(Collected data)
+ + + + +
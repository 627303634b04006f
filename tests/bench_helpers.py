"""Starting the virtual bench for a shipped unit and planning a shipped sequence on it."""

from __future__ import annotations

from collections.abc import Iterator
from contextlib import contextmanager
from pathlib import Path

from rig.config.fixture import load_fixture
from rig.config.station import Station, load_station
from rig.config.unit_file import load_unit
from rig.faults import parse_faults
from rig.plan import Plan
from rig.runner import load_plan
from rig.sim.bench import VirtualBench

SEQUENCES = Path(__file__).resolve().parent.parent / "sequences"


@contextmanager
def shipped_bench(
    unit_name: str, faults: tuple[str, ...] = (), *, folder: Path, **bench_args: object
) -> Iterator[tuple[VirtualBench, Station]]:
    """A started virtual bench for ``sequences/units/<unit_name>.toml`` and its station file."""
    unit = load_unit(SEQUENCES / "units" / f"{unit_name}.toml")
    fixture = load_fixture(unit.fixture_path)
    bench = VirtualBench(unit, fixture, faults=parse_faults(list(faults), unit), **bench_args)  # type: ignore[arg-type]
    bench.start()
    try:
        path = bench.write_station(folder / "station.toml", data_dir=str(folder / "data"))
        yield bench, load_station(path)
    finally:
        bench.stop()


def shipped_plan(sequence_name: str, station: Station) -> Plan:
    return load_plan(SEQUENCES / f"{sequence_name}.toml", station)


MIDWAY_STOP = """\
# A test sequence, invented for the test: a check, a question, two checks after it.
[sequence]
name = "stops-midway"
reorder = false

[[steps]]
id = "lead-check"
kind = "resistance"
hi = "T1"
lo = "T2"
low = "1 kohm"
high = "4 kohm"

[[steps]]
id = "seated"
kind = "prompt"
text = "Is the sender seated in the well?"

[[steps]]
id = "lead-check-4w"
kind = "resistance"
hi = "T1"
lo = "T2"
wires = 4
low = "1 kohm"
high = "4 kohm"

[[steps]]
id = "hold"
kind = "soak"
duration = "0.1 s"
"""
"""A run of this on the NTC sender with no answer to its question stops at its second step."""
+ + + + +
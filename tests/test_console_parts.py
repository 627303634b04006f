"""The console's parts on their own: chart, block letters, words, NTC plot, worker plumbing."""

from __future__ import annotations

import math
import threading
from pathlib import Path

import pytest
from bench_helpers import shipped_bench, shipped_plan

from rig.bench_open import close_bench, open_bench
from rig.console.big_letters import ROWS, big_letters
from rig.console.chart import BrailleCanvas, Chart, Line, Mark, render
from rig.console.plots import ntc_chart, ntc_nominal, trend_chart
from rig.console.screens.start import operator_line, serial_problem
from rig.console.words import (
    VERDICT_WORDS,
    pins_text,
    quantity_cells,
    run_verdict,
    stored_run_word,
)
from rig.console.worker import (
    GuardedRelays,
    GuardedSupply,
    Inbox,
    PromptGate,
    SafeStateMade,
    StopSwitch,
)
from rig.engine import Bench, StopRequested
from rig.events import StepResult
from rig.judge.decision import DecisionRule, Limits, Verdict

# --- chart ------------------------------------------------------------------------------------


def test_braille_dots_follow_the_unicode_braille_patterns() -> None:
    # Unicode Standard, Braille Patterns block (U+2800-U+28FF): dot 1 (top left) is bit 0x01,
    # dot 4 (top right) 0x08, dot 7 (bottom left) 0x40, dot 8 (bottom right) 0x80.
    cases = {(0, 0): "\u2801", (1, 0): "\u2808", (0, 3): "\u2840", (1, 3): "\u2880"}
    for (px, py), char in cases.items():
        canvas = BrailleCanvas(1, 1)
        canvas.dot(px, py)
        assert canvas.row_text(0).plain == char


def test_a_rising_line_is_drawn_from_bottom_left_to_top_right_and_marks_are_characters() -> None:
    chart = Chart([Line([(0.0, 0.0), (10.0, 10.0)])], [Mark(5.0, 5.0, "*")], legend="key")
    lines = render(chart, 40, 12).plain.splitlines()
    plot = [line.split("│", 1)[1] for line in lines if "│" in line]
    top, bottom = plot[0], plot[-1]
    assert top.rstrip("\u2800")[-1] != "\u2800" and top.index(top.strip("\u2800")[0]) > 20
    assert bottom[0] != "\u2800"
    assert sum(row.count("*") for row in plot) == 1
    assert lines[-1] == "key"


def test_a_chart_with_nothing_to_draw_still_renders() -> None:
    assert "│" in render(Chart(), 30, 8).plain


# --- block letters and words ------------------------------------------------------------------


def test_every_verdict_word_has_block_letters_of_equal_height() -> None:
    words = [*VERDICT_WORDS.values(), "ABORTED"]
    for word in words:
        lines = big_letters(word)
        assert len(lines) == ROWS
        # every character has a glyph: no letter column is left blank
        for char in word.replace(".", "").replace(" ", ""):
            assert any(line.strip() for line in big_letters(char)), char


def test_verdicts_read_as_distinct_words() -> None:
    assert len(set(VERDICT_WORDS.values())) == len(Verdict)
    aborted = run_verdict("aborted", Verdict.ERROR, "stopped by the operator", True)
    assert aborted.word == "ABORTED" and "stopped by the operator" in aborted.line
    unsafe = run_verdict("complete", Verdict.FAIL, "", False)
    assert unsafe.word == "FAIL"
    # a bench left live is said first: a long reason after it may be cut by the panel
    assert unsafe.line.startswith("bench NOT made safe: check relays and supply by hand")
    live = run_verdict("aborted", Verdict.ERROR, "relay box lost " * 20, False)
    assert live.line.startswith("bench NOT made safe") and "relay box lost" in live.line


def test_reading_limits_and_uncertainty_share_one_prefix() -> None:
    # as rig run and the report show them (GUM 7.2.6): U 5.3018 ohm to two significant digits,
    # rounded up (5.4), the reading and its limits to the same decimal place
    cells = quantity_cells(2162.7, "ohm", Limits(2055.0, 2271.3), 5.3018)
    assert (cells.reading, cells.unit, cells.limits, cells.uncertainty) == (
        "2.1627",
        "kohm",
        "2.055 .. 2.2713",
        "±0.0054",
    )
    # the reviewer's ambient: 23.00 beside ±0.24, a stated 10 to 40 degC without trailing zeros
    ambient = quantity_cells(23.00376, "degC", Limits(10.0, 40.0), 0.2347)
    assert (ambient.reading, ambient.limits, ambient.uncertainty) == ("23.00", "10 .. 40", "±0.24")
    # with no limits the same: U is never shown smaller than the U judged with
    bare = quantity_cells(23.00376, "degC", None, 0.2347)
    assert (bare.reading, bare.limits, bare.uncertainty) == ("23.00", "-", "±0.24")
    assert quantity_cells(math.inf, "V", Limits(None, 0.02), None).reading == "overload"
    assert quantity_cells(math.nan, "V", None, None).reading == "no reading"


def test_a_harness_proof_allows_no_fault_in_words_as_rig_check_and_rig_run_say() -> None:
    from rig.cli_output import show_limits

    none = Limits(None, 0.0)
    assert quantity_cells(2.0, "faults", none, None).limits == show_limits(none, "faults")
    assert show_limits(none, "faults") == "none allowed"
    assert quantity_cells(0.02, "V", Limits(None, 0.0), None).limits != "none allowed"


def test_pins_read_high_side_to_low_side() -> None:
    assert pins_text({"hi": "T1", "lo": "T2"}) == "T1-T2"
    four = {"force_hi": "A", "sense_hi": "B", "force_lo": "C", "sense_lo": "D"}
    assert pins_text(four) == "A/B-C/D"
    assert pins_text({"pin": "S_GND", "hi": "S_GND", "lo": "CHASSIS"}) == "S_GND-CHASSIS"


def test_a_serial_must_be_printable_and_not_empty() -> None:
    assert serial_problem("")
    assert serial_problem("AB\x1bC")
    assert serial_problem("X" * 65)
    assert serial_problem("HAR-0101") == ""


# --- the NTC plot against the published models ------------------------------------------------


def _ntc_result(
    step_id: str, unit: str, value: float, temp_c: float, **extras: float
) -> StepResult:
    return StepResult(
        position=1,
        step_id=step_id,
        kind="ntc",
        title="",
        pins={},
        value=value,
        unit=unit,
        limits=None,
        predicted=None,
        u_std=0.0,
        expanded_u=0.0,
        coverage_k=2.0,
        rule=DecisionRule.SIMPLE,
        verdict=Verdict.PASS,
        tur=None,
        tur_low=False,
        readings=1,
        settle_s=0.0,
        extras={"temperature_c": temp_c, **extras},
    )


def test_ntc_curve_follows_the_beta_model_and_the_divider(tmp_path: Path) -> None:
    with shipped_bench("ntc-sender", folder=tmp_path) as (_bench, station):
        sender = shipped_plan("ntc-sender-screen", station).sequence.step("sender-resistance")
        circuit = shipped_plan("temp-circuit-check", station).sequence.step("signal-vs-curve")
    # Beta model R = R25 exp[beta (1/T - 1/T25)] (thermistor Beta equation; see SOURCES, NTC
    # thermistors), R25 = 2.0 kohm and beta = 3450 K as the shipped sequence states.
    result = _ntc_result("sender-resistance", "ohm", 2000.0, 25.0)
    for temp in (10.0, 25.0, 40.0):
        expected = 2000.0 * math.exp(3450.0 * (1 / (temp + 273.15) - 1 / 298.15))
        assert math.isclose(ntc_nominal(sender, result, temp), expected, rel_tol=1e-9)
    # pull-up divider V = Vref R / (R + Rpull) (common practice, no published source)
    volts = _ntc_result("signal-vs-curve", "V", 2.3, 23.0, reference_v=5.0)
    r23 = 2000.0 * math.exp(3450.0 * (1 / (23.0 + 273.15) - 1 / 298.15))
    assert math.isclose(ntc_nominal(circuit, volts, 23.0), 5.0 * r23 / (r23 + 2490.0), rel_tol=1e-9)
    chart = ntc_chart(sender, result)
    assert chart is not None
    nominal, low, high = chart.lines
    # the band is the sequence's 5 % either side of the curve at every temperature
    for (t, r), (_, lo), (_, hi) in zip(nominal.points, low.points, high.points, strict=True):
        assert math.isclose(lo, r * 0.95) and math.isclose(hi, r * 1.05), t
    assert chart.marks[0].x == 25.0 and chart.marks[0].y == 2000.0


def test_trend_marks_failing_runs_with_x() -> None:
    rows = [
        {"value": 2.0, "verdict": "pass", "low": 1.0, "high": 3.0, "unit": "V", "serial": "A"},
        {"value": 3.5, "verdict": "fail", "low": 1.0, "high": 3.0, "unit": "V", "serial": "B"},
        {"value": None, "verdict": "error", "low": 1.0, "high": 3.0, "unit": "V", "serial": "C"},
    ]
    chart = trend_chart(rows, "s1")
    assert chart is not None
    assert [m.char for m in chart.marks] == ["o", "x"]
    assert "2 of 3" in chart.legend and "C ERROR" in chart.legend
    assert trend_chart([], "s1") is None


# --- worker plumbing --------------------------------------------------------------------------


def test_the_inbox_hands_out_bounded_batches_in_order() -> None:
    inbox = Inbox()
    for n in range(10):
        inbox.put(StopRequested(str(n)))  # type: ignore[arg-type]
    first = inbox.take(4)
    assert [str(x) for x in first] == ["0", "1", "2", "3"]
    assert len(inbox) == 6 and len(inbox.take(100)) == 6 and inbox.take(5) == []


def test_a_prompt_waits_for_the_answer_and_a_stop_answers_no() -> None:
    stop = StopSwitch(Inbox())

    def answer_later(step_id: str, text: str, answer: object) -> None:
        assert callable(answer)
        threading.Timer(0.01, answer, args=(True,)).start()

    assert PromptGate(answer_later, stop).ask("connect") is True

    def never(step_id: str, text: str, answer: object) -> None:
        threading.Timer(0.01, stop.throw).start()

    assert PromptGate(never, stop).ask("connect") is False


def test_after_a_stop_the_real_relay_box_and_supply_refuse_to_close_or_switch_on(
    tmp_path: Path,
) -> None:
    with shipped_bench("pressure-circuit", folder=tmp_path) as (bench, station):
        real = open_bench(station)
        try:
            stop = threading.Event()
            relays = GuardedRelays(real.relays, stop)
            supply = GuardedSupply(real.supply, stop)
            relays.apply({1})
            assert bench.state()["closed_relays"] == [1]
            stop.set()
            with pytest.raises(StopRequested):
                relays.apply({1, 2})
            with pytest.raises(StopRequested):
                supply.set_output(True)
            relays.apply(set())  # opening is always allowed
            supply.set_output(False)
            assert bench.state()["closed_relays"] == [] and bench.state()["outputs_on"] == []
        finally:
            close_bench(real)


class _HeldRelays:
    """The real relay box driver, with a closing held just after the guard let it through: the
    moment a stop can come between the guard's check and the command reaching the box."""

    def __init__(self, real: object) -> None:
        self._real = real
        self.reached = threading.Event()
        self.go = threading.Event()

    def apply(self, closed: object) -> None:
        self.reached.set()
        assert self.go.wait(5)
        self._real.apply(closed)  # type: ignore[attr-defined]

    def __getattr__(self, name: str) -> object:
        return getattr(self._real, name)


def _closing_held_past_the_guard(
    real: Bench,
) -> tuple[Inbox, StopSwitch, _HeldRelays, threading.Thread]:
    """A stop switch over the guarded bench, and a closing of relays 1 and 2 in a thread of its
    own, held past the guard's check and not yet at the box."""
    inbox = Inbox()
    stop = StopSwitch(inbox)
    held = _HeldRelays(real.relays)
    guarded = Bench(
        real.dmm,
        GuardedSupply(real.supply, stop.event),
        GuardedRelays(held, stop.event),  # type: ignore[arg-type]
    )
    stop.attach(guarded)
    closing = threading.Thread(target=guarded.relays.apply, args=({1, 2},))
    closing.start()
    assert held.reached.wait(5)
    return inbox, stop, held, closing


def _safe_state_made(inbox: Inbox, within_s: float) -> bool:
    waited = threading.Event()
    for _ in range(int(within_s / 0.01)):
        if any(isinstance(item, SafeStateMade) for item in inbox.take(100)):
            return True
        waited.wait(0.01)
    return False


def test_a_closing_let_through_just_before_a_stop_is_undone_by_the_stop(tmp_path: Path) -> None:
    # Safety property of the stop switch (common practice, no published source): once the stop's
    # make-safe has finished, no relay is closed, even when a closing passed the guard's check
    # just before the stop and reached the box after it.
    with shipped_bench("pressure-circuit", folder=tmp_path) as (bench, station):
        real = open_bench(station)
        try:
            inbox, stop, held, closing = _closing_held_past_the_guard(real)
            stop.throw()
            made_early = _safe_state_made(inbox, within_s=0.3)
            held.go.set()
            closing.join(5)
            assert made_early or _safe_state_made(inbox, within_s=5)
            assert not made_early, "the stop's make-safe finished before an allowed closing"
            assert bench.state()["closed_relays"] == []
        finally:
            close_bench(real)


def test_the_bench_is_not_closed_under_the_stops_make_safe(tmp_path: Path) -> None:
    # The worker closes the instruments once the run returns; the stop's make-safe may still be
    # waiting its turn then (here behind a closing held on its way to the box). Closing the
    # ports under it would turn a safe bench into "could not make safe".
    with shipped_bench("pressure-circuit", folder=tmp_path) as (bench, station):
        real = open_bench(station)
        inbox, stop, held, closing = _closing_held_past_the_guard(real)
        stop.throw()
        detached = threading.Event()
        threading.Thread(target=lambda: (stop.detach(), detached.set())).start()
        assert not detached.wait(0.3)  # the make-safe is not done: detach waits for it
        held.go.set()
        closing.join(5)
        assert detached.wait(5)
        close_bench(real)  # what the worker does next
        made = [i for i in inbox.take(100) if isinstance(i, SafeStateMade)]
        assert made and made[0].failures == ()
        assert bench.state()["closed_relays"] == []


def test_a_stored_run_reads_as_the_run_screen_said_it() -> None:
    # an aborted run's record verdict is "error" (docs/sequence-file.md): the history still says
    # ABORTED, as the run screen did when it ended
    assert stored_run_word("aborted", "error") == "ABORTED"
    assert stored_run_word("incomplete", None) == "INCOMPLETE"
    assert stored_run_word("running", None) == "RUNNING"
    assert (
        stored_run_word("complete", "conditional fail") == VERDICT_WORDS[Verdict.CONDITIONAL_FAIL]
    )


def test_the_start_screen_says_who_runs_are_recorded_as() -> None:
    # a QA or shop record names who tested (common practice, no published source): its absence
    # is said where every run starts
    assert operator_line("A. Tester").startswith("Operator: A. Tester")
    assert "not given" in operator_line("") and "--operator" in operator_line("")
+ + + + +
_EXERCISE INSTRUCTIONS:_ Set down exactly the lines of the data above, beginning with the line that has "in plot) == 1" and ending with the line that has "cells.unit, cells.limits, cells.uncertainty)", and no others.

_EXERCISE SOLUTION:_
    assert sum(row.count("*") for row in plot) == 1
    assert lines[-1] == "key"


def test_a_chart_with_nothing_to_draw_still_renders() -> None:
    assert "│" in render(Chart(), 30, 8).plain


# --- block letters and words ------------------------------------------------------------------


def test_every_verdict_word_has_block_letters_of_equal_height() -> None:
    words = [*VERDICT_WORDS.values(), "ABORTED"]
    for word in words:
        lines = big_letters(word)
        assert len(lines) == ROWS
        # every character has a glyph: no letter column is left blank
        for char in word.replace(".", "").replace(" ", ""):
            assert any(line.strip() for line in big_letters(char)), char


def test_verdicts_read_as_distinct_words() -> None:
    assert len(set(VERDICT_WORDS.values())) == len(Verdict)
    aborted = run_verdict("aborted", Verdict.ERROR, "stopped by the operator", True)
    assert aborted.word == "ABORTED" and "stopped by the operator" in aborted.line
    unsafe = run_verdict("complete", Verdict.FAIL, "", False)
    assert unsafe.word == "FAIL"
    # a bench left live is said first: a long reason after it may be cut by the panel
    assert unsafe.line.startswith("bench NOT made safe: check relays and supply by hand")
    live = run_verdict("aborted", Verdict.ERROR, "relay box lost " * 20, False)
    assert live.line.startswith("bench NOT made safe") and "relay box lost" in live.line


def test_reading_limits_and_uncertainty_share_one_prefix() -> None:
    # as rig run and the report show them (GUM 7.2.6): U 5.3018 ohm to two significant digits,
    # rounded up (5.4), the reading and its limits to the same decimal place
    cells = quantity_cells(2162.7, "ohm", Limits(2055.0, 2271.3), 5.3018)
    assert (cells.reading, cells.unit, cells.limits, cells.uncertainty) == (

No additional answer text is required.